TASK DESCRIPTION: Report only the number of lines in the records that contain the word "where".

....................

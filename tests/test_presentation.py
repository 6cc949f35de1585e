"""Presentation: words, numbers and help text that a reader sees."""

from __future__ import annotations

import io
import re

import pytest
from rich.console import Console

import beamplan
from beamplan.cli.main import main
from beamplan.layout.kinds import KINDS
from beamplan.optimise.explain import watts
from beamplan.optimise.planner import plan_network
from beamplan.report.terminal import PLURALS, plan_renderable, plural
from tests.conftest import network_from_text

DEMOS = ["pilot-line", "two-bay", "coated-line", "overbooked"]
GOALS = ["headroom", "min-source", "priority"]


def render(plan: object) -> str:
    console = Console(file=io.StringIO(), width=100, color_system=None)
    console.print(plan_renderable(plan))  # type: ignore[arg-type]
    return console.file.getvalue()  # type: ignore[attr-defined]


def test_every_kind_has_a_proper_plural() -> None:
    # English plurals (hand written): "switches", not "switchs".
    assert set(KINDS) <= set(PLURALS)
    assert plural("switch") == "switches" and plural("switch", 1) == "switch"
    text = render(beamplan.plan("layouts/two-bay.yaml"))
    assert "absorbed in switches" in text and "switchs" not in text


def test_prices_are_powers_with_prefixes() -> None:
    # Hand-written expectations: engineering prefixes from 1 kW, three figures below.
    assert watts(9040.0) == "9.04 kW"
    assert watts(2.5e6) == "2.50 MW"
    assert watts(171.2) == "171 W"
    assert watts(-4.4412, signed=True) == "-4.44 W"
    for demo in DEMOS:
        for goal in GOALS:
            plan = beamplan.plan(f"layouts/{demo}.yaml", goal=goal)
            for b in plan.binding:
                assert not re.search(r"\de[+-]\d", b.meaning), (demo, goal, b.meaning)


@pytest.mark.parametrize("command", ["cases", "sweep", "plan"])
def test_solver_option_has_help(command: str, capsys: pytest.CaptureFixture[str]) -> None:
    assert main([command, "--help"]) == 0
    out = " ".join(capsys.readouterr().out.split())
    assert re.search(r"--solver \{auto,highs,cbc\} LP solver", out), out


def test_dir_shows_only_the_public_api() -> None:
    assert dir(beamplan) == sorted(beamplan.__all__)
    assert "Any" not in dir(beamplan) and "TYPE_CHECKING" not in dir(beamplan)


OFFLINE = """\
layout: offline
format: 1
sources: {src: {power: 5 kW}}
elements:
  sp: {kind: splitter, outputs: {a: {fraction: [0, 1]}, b: {fraction: [0, 1]},
                                 c: {fraction: [0, 1]}}}
scanners:
  s1: {power: 300 W}
  s2: {power: 300 W}
  s3: {power: 300 W, offline: true}
beamlines: ["src -> sp", "sp.a -> s1", "sp.b -> s2", "sp.c -> s3"]
"""


def test_header_counts_only_scanners_in_service() -> None:
    plan = plan_network(network_from_text(OFFLINE), "headroom", "auto")
    assert plan.status == "met"
    header = render(plan).splitlines()[2]
    assert "MET, 1 scanner offline" in header and "short" not in header, header
    short = plan_network(network_from_text(OFFLINE.replace("5 kW", "450 W")), "headroom",
                         "auto")
    header = render(short).splitlines()[2]
    # 450 W cannot serve two 300 W needs (hand calculation): both in-service scanners short.
    assert "(2 of 2 scanners short), 1 scanner offline" in header, header


def test_warnings_are_printed_once(capsys: pytest.CaptureFixture[str]) -> None:
    # coated-line has one warning (a heat limit that cannot bind): on stderr, once.
    assert main(["plan", "layouts/coated-line.yaml"]) == 0
    out, err = capsys.readouterr()
    assert err.count("warning:") == 1, err
    assert "warning" not in out and "beamplan check" not in out
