"""The tolerance command: outputs, reproducibility, located errors for broken input."""

from __future__ import annotations

import json
import pathlib

import pytest

from beamplan.cli.main import main

TWO_BAY = "layouts/two-bay.yaml"
TWO_BAY_TOL = "layouts/tolerances/two-bay.yaml"
FAST = ["-n", "3000", "--sensitivity", "64"]


def test_json_same_seed_same_bytes(tmp_path: pathlib.Path) -> None:
    a, b = tmp_path / "a.json", tmp_path / "b.json"
    assert main(["tolerance", TWO_BAY, TWO_BAY_TOL, *FAST, "-q", "--json", str(a)]) == 0
    assert main(["tolerance", TWO_BAY, TWO_BAY_TOL, *FAST, "-q", "--json", str(b)]) == 0
    assert a.read_bytes() == b.read_bytes()
    doc = json.loads(a.read_text())
    assert doc["format"] == "beamplan-tolerance/1" and doc["samples"] == 3000
    assert not doc["partial"]
    assert 0.0 <= doc["all_met"]["low"] <= doc["all_met"]["probability"] <= \
        doc["all_met"]["high"] <= 1.0
    assert len(doc["scanners"]) == 12 and doc["sensitivity"]["ranking"]
    ranking = doc["sensitivity"]["ranking"]
    assert ranking[0]["total"] >= ranking[-1]["total"]


def test_csv_html_and_terminal(tmp_path: pathlib.Path, capsys: pytest.CaptureFixture[str]
                               ) -> None:
    out, page = tmp_path / "csv", tmp_path / "t.html"
    code = main(["tolerance", TWO_BAY, TWO_BAY_TOL, *FAST, "--width", "1%", "--csv", str(out),
                 "--html", str(page), "--mode", "fixed", "--sampler", "sobol"])
    assert code == 0
    text = capsys.readouterr().out
    assert "P(every scanner meets its need)" in text and "Tighten" in text
    assert "Samples for a 1 % wide interval" in text
    assert sorted(p.name for p in out.glob("*.csv")) == ["fab.csv", "scanners.csv",
                                                         "sensitivity.csv"]
    html = page.read_text()
    assert "<svg" in html and "What to tighten first" in html and "Wilson" in html


def test_retuned_mode_runs(capsys: pytest.CaptureFixture[str]) -> None:
    assert main(["tolerance", TWO_BAY, TWO_BAY_TOL, "--mode", "retuned", "-n", "100",
                 "--no-sensitivity", "--json", "-"]) == 0
    doc = json.loads(capsys.readouterr().out)
    assert doc["mode"] == "retuned" and doc["sensitivity"] is None


def test_tolerances_section_in_the_layout(tmp_path: pathlib.Path) -> None:
    layout = pathlib.Path(TWO_BAY).read_text() + (
        "tolerances:\n  items:\n    - {source: fel-main, property: power, spread: 5%}\n")
    path = tmp_path / "with-tol.yaml"
    path.write_text(layout)
    out = tmp_path / "o.json"
    assert main(["tolerance", str(path), "-n", "2000", "-q", "--no-sensitivity", "--json",
                 str(out)]) == 0
    assert json.loads(out.read_text())["tolerances"][0]["source"] == "fel-main"
    assert main(["plan", str(path), "-q"]) in (0, 3)  # the loader lets the section through


BROKEN = [
    ("format: 1\ntolerances:\n  items:\n    - {part: if-fold, property: reflectivty, "
     "spread: 1%}\n", ":4:", "unknown property 'reflectivty'"),
    ("format: 1\ntolerances:\n  items:\n    - {part: if-fld, property: reflectivity, "
     "spread: 1%}\n", ":4:", "no part 'if-fld'"),
    ("format: 1\ntolerances:\n  items:\n    - {element: an-fold, property: reflectivity,\n"
     "       spread: 2 W}\n", ":5:", "spread"),
    ("format: 1\ntolerances:\n  items:\n    - {element: trunk, property: fraction, "
     "spread: 1%, distribution: truncnormal}\n", ":4:", "needs 'bounds'"),
    ("format: 1\ntolerances:\n  items:\n    - {element: an-fold, property: pressure, "
     "spread: 1%}\n", ":4:", "'pressure' has no tolerance on mirror 'an-fold'"),
    ("format: 1\ntolerances:\n  items:\n    - {element: an-fold, property: reflectivity, "
     "spread: 1%, group: batch}\n", ":4:", "unknown group 'batch'"),
    ("format: 1\ntolerances:\n  items:\n    - {property: reflectivity, spread: 1%}\n", ":4:",
     "no target"),
    ("format: 2\ntolerances:\n  items: []\n", ":1:", "format"),
]


@pytest.mark.parametrize(("text", "where", "message"), BROKEN)
def test_broken_tolerance_files_get_located_errors(
        tmp_path: pathlib.Path, capsys: pytest.CaptureFixture[str], text: str, where: str,
        message: str) -> None:
    path = tmp_path / "broken.tolerances.yaml"
    path.write_text(text)
    assert main(["tolerance", TWO_BAY, str(path), "-q"]) == 1
    err = capsys.readouterr().err
    first = err.strip().splitlines()[0]
    assert f"broken.tolerances.yaml{where}" in first and message in first
    assert "Traceback" not in err


def test_no_tolerances_is_a_usage_error(capsys: pytest.CaptureFixture[str]) -> None:
    assert main(["tolerance", TWO_BAY]) == 2
    assert "no tolerances" in capsys.readouterr().err


def test_ctrl_c_gives_a_partial_report_and_exit_130(
        monkeypatch: pytest.MonkeyPatch, capsys: pytest.CaptureFixture[str]) -> None:
    import beamplan.analyses.tolerance as tol

    real = tol.run_chunk
    calls: list[int] = []

    def interrupted(*args: object) -> object:
        calls.append(1)
        if len(calls) > 1:
            raise KeyboardInterrupt
        return real(*args)  # type: ignore[arg-type]

    monkeypatch.setattr(tol, "run_chunk", interrupted)
    assert main(["tolerance", TWO_BAY, TWO_BAY_TOL, "-n", "30000", "--json", "-"]) == 130
    captured = capsys.readouterr()
    doc = json.loads(captured.out)
    assert doc["partial"] and doc["samples"] == 8192 and doc["requested"] == 30000
    assert "interrupted after 8192 of 30000 samples" in captured.err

....................

PROBLEM SOLUTION: 3